## TASK ITEM
From the entries below, gather each line containing the word "parameter".

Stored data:
impl ScalarUDFImpl for ScalarFunction {
    fn name(&self) -> &str {
        self.name
    }

    fn aliases(&self) -> &[String] {
        &self.aliases
    }

    fn signature(&self) -> &Signature {
        &self.signature
    }

    fn documentation(&self) -> Option<&Documentation> {
        crate::docs::get(self.name)
    }

    fn coerce_types(&self, t: &[DataType]) -> Result<Vec<DataType>> {
        let n = t.len();
        match self.op {
            Op::Prior(Kind::Beta) | Op::Prior(Kind::Gamma) => {
                self.count(n, 2, 2)?;
                let names = if self.op == Op::Prior(Kind::Beta) {
                    ["a", "b"]
                } else {
                    ["shape", "rate"]
                };
                Ok(vec![
                    self.number(names[0], &t[0])?,
                    self.number(names[1], &t[1])?,
                ])
            }
            Op::Prior(Kind::Nig) => {
                self.count(n, 4, 4)?;
                ["mu0", "kappa0", "alpha0", "beta0"]
                    .iter()
                    .zip(t)
                    .map(|(a, t)| self.number(a, t))
                    .collect()
            }
            Op::Prior(Kind::Dirichlet) => {
                self.count(n, 2, 2)?;
                let list =
                    |item: DataType| DataType::List(Arc::new(Field::new_list_field(item, true)));
                let classes = match &t[0] {
                    DataType::List(f) | DataType::LargeList(f) | DataType::FixedSizeList(f, _)
                        if is_text(f.data_type()) =>
                    {
                        list(DataType::Utf8)
                    }
                    other => {
                        return plan_err!(
                            "{}: argument classes is {}; expected a list of text such as ['attended', 'no_show']",
                            self.name,
                            describe_type(other)
                        )
                    }
                };
                let concentration = match &t[1] {
                    DataType::List(f) | DataType::LargeList(f) | DataType::FixedSizeList(f, _)
                        if is_number(f.data_type()) =>
                    {
                        list(DataType::Float64)
                    }
                    other if is_number(other) => DataType::Float64,
                    other => {
                        return plan_err!(
                        "{}: argument concentration is {}; expected a number or a list of numbers",
                        self.name,
                        describe_type(other)
                    )
                    }
                };
                Ok(vec![classes, concentration])
            }
            Op::Read(reader) => {
                if n == 0 {
                    return self.count(n, 1, 3).map(|_| vec![]);
                }
                let kind = self.posterior("p", &t[0])?;
                let class = kind == Kind::Dirichlet && reader != Reader::Evidence;
                let expected = 1 + usize::from(class) + usize::from(reader.parameter().is_some());
                if n != expected {
                    // The class argument depends on p's family: say which way it went.
                    let why = if class {
                        "a Dirichlet posterior is read per class, given right after p"
                    } else {
                        "a class is given for a Dirichlet posterior only, and p is not one"
                    };
                    return Err(arity_error(self.name, n, expected, expected, Some(why)));
                }
                let mut out = vec![t[0].clone()];
                if class {
                    if !is_text(&t[1]) {
                        return plan_err!(
                            "{}: argument class is {}; expected text",
                            self.name,
                            describe_type(&t[1])
                        );
                    }
                    out.push(DataType::Utf8);
                }
                if let Some(param) = reader.parameter() {
                    let ty = &t[out.len()];
                    if reader == Reader::Draw {
                        if !ty.is_integer() && !matches!(ty, DataType::Null) {
                            return plan_err!(
                                "{}: argument seed is {}; expected an integer",
                                self.name,
                                describe_type(ty)
                            );
                        }
                        out.push(DataType::Int64);
                    } else {
                        out.push(self.number(param, ty)?);
                    }
                }
                Ok(out)
            }
            Op::Combine(_) | Op::WithPrior => {
                self.count(n, 2, 2)?;
                let a = self.posterior("a", &t[0])?;
                let b = self.posterior(
                    if self.op == Op::WithPrior {
                        "prior"
                    } else {
                        "b"
                    },
                    &t[1],
                )?;
                if a != b {
                    return plan_err!(
                        "{}: cannot combine a {} posterior with a {} one",
                        self.name,
                        a.name(),
                        b.name()
                    );
                }
                Ok(t.to_vec())
            }
            Op::Without => {
                self.count(n, 2, 3)?;
                let kind = self.posterior("p", &t[0])?;
                let mut out = vec![t[0].clone()];
                if kind == Kind::Dirichlet {
                    if !is_text(&t[1]) {
                        return plan_err!(
                            "{}: argument observation is {}; expected a class (text)",
                            self.name,
                            describe_type(&t[1])
                        );
                    }
                    out.push(DataType::Utf8);
                } else {
                    out.push(self.number("observation", &t[1])?);
                }
                if n == 3 {
                    out.push(self.number("weight", &t[2])?);
                }
                Ok(out)
            }
            Op::Scale => {
                self.count(n, 2, 2)?;
                self.posterior("p", &t[0])?;
                Ok(vec![t[0].clone(), self.number("factor", &t[1])?])
            }
            Op::Under => {
                self.count(n, 4, 4)?;
                let kind = self.posterior("p", &t[0])?;
                // A NULL parent or own part is a posterior of p's family that is absent.
                for (argument, ty) in [("parent", &t[1]), ("own", &t[2])] {
                    if ty != &DataType::Null && self.posterior(argument, ty)? != kind {
                        return plan_err!(
                            "{}: argument {argument} is a {} posterior; p is a {} one",
                            self.name,
                            self.posterior(argument, ty)?.name(),
                            kind.name()
                        );
                    }
                }
                Ok(vec![
                    t[0].clone(),
                    t[0].clone(),
                    t[0].clone(),
                    self.number("strength", &t[3])?,
                ])
            }
            Op::FoldOf => {
                self.count(n, 1, 3)?;
                // Text keys are hashed in place; other types through their key text
                // (so the type reaches the function: a whole float hashes as its integer).
                let mut out = vec![self.text_form("key", &t[0])?];
                for (name, ty) in ["k", "seed"].iter().zip(&t[1..]) {
                    if !ty.is_integer() && !matches!(ty, DataType::Null) {
                        return plan_err!(
                            "{}: argument {name} is {}; expected an integer",
                            self.name,
                            describe_type(ty)
                        );
                    }
                    out.push(DataType::Int64);
                }
                Ok(out)
            }
            Op::NormalizeKey => {
                self.count(n, 1, 1)?;
                Ok(vec![DataType::Utf8])
            }
            Op::KeyText => {
                self.count(n, 1, 1)?;
                Ok(vec![self.text_form("value", &t[0])?])
            }
            Op::DecayWeight => {
                self.count(n, 2, 2)?;
                Ok(vec![
                    self.number("age", &t[0])?,
                    self.number("half_life", &t[1])?,
                ])
            }
        }
    }

    fn return_type(&self, t: &[DataType]) -> Result<DataType> {
        Ok(match self.op {
            Op::Prior(kind) => kind.data_type(),
            Op::Read(Reader::Interval) => interval_type(),
            Op::Read(_) | Op::DecayWeight => DataType::Float64,
            Op::FoldOf => DataType::Int64,
            Op::NormalizeKey => DataType::Utf8,
            Op::KeyText => DataType::Utf8,
            Op::Combine(_) | Op::Without | Op::Scale | Op::WithPrior | Op::Under => {
                self.posterior("p", &t[0])?.data_type()
            }
        })
    }

    fn invoke_with_args(&self, args: ScalarFunctionArgs) -> Result<ColumnarValue> {
        let arrays = ColumnarValue::values_to_arrays(&args.args)?;
        // Constant arguments give a constant (the engine's convention; it also lets a
        // fit recognise a prior that reached it unfolded, as through Python), whatever
        // the number of rows: one value.
        let constant = args
            .args
            .iter()
            .all(|a| matches!(a, ColumnarValue::Scalar(_)));
        let rows = if constant { 1 } else { args.number_rows };
        let out = match self.op {
            Op::Prior(kind) => self.priors(kind, &arrays, rows)?,
            Op::Read(reader) => self.read(reader, &arrays, rows)?,
            Op::Combine(_) | Op::Without | Op::Scale | Op::WithPrior => {
                self.transform(&arrays, rows)?
            }
            Op::Under => self.under(&arrays, rows)?,
            Op::FoldOf => self.fold_of(&arrays, rows)?,
            Op::DecayWeight => self.decay_weight(&arrays, rows)?,
            Op::KeyText => crate::key_text::key_text(&arrays[0], &DataType::Utf8)?,
            Op::NormalizeKey => {
                let text = arrays[0].as_string::<i32>();
                Arc::new(
                    text.iter()
                        .map(|t| t.map(crate::bundle::normalize_key))
                        .collect::<datafusion::arrow::array::StringArray>(),
                )
            }
        };
        // Constant arguments give a constant (the engine's convention; it also lets
        // a fit recognise a prior that reached it unfolded, as through Python).
        if out.len() == 1
            && args
                .args
                .iter()
                .all(|a| matches!(a, ColumnarValue::Scalar(_)))
        {
            return Ok(ColumnarValue::Scalar(
                datafusion::common::ScalarValue::try_from_array(&out, 0)?,
            ));
        }
        Ok(ColumnarValue::Array(out))
    }
}

fn floats(array: &ArrayRef) -> Result<Float64Array> {
    Ok(cast(array, &DataType::Float64)?
        .as_primitive::<Float64Type>()
        .clone())
}

fn ints(array: &ArrayRef) -> Result<Int64Array> {
    Ok(cast(array, &DataType::Int64)?.as_primitive().clone())
}

fn texts(array: &ArrayRef) -> Result<StringArray> {
    Ok(cast(array, &DataType::Utf8)?.as_string::<i32>().clone())
}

## EXERCISE SOLUTION
                let expected = 1 + usize::from(class) + usize::from(reader.parameter().is_some());
                if let Some(param) = reader.parameter() {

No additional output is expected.